The Atlantic

Biden’s Commitment to Press Freedom Faces a Test

How the president handles the killings of Jamal Khashoggi and Shireen Abu Akleh is a test of his ability to balance values and realpolitik.
Source: Ozan Kose / AFP / Getty; Guy Smallman / Getty; The Atlantic

When President Joe Biden travels to Saudi Arabia, Israel, and the Palestinian territories in July, he should keep two names in his mind at every step: Jamal Khashoggi and Shireen Abu Akleh. Both spoke truth to power, and both were killed in the course of their work as journalists. And though they were killed in drastically different circumstances, both represented the promise of a different Middle East.
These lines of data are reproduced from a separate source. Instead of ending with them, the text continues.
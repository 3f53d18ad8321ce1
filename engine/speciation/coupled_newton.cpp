#include "coupled_newton.hpp"

#include <algorithm>
#include <cmath>
#include <limits>

namespace bathwright::speciation {
namespace {

constexpr double highest_ln_molality = 7;  // above e^7 mol/kg nothing is a solution any more

}  // namespace

bool solve_coupled(Workspace& w, int& iterations) {
  constexpr int most = 60;
  constexpr double longest_step = 2;  // ln units, of an abundant species
  constexpr double tiny = std::numeric_limits<double>::min();
  constexpr double met = 2e-13, action_met = 1e-12;
  const Index n = w.components(), count = w.count();

  std::vector<std::size_t> active;
  for (std::size_t k = 0; k < w.phases.size(); ++k)
    if (w.phases[k].active) active.push_back(k);
  const auto held = static_cast<Index>(active.size());

  Vector ln_m = w.ln_molality().array().min(highest_ln_molality);
  Matrix G;
  std::vector<Index> abundant;
  double last_worst = std::numeric_limits<double>::infinity();
  for (int step = 0; step < most; ++step) {
    ++iterations;
    const Vector m = ln_m.array().exp();
    if (!m.allFinite()) return false;
    abundant.clear();
    const double threshold = 1e-5 * m.sum();
    for (Index j = 0; j < count; ++j)
      if (m(j) > threshold) abundant.push_back(j);
    const auto J = static_cast<Index>(abundant.size());
    w.ln_aw = w.activity_coefficients(m, w.ln_gamma, abundant, G);
    const Vector defect = w.ln_molality() - ln_m;  // of mass action

    // d ln a_w = -M_w sum m d ln a (Gibbs-Duhem), with d ln a = defect + A'dx + water d ln a_w.
    const double weight = -activity::water_kg_per_mol / (1 + activity::water_kg_per_mol * m.dot(w.water));
    const double dw0 = weight * m.dot(defect);
    const Vector dw = weight * (w.A * m);

    // d ln m of the abundant species = E0 + E dx, from (1 + G m) d ln m = defect + A'dx + water d ln a_w.
    Matrix coupling(J, J), rhs(J, n + 1);
    for (Index r = 0; r < J; ++r) {
      const Index j = abundant[static_cast<std::size_t>(r)];
      for (Index c = 0; c < J; ++c)
        coupling(r, c) = G(j, c) * m(abundant[static_cast<std::size_t>(c)]) + (r == c ? 1 : 0);
      rhs(r, 0) = defect(j) + w.water(j) * dw0;
      rhs.row(r).tail(n) = (w.A.col(j) + w.water(j) * dw).transpose();
    }
    const Matrix moved = coupling.partialPivLu().solve(rhs);
    Matrix weighted = moved;  // m d ln m, what the other species' coefficients see
    for (Index r = 0; r < J; ++r) weighted.row(r) *= m(abundant[static_cast<std::size_t>(r)]);
    Vector E0(count);
    Matrix E(count, n);
    for (Index j = 0; j < count; ++j) {
      const Eigen::RowVectorXd pull = G.row(j) * weighted;
      E0(j) = defect(j) + w.water(j) * dw0 - pull(0);
      E.row(j) = (w.A.col(j) + w.water(j) * dw).transpose() - pull.tail(n);
    }
    for (Index r = 0; r < J; ++r) {
      const Index j = abundant[static_cast<std::size_t>(r)];
      E0(j) = moved(r, 0);
      E.row(j) = moved.row(r).tail(n);
    }

    // Balances, water and conditions, linear in (dx, d ln water, phases).
    const Vector amount = w.water_kg * m;
    const Vector formed = w.A * amount;
    const Index size = n + 1 + held;
    Matrix K = Matrix::Zero(size, size);
    Vector right(size);
    K.topLeftCorner(n, n) = w.A * amount.asDiagonal() * E;
    K.block(0, n, n, 1) = formed;
    right.head(n) = w.total - formed - w.A * amount.cwiseProduct(E0);
    const Vector bound = w.water.cwiseProduct(amount);
    const double liquid = w.water_kg * water_mol_per_kg;
    K.block(n, 0, 1, n) = bound.transpose() * E;
    K(n, n) = liquid + bound.sum();
    right(n) = w.total_water - liquid - bound.sum() - bound.dot(E0);
    Vector scale = w.A.cwiseAbs() * amount + w.total.cwiseAbs();
    double residual = 0;
    Vector open = w.total - formed;
    double open_water = w.total_water - liquid - bound.sum();
    for (Index k = 0; k < held; ++k) {
      const Phase& phase = w.phases[active[static_cast<std::size_t>(k)]];
      K.block(0, n + 1 + k, n, 1) = phase.supply;
      K(n, n + 1 + k) = phase.supply_water;
      K.block(n + 1 + k, 0, 1, n) = (phase.condition + phase.water * dw).transpose();
      const double off = phase.ln_K - phase.condition.dot(w.x) - phase.water * w.ln_aw;
      right(n + 1 + k) = off - phase.water * dw0;
      open -= phase.supply * phase.mol;
      open_water -= phase.supply_water * phase.mol;
      residual = std::max(residual, std::abs(off));
    }
    for (Index i = 0; i < n; ++i) residual = std::max(residual, std::abs(open(i)) / (scale(i) + tiny));
    residual = std::max(residual, std::abs(open_water) / w.total_water);
    double action = 0;
    for (Index j = 0; j < count; ++j) action = std::max(action, std::abs(defect(j)));
    // Done at rounding level, or where rounding no longer lets it improve.
    const double worst = std::max(residual / met, action / action_met);
    if (step > 0 && (worst < 1 || (worst < 10 && worst > last_worst / 2))) return true;
    last_worst = worst;

    for (Index i = 0; i < n; ++i) {
      const double s = 1 / (scale(i) + tiny);
      K.row(i) *= s;
      right(i) *= s;
    }
    K.row(n) /= w.total_water;
    right(n) /= w.total_water;
    const Vector solution = K.partialPivLu().solve(right);
    if (!solution.allFinite()) return false;
    const Vector dln = E0 + E * solution.head(n);
    double longest = std::abs(solution(n));
    for (const Index j : abundant) longest = std::max(longest, std::abs(dln(j)));
    const double fraction = longest > longest_step ? longest_step / longest : 1;
    w.x += fraction * solution.head(n);
    w.water_kg *= std::exp(fraction * solution(n));
    ln_m = (ln_m + fraction * dln).array().min(highest_ln_molality);
    for (Index k = 0; k < held; ++k) {
      double& mol = w.phases[active[static_cast<std::size_t>(k)]].mol;
      mol += fraction * (solution(n + 1 + k) - mol);
    }
  }
  return false;
}

}  // namespace bathwright::speciation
The Biden administration says that it centers its foreign policy on the battle between democracy and autocracy, and on the need for a rules-based international order. The reality, however, is that the United States has not-so-democratic allies and outright-autocratic friends. The key for the U.S. is to make sure that it uses its leverage not to preach, lecture, or condescend, but to engage in a wider conversation, convincing these countries of the necessity and the benefit for all of abiding by basic universal values. Biden’s trip, then, is about more than the price of a barrel of oil, regional cooperation, the threat from Iran, or even the release of individual dissidents.

How Biden handles the killings of Khashoggi and Abu Akleh is a test, not just of his promise to support rule of law and accountability, but of his ability to better balance values and realpolitik. Whether Biden succeeds matters not simply for America, the Middle East, and the relationship between the two, but for America’s relationship with the world.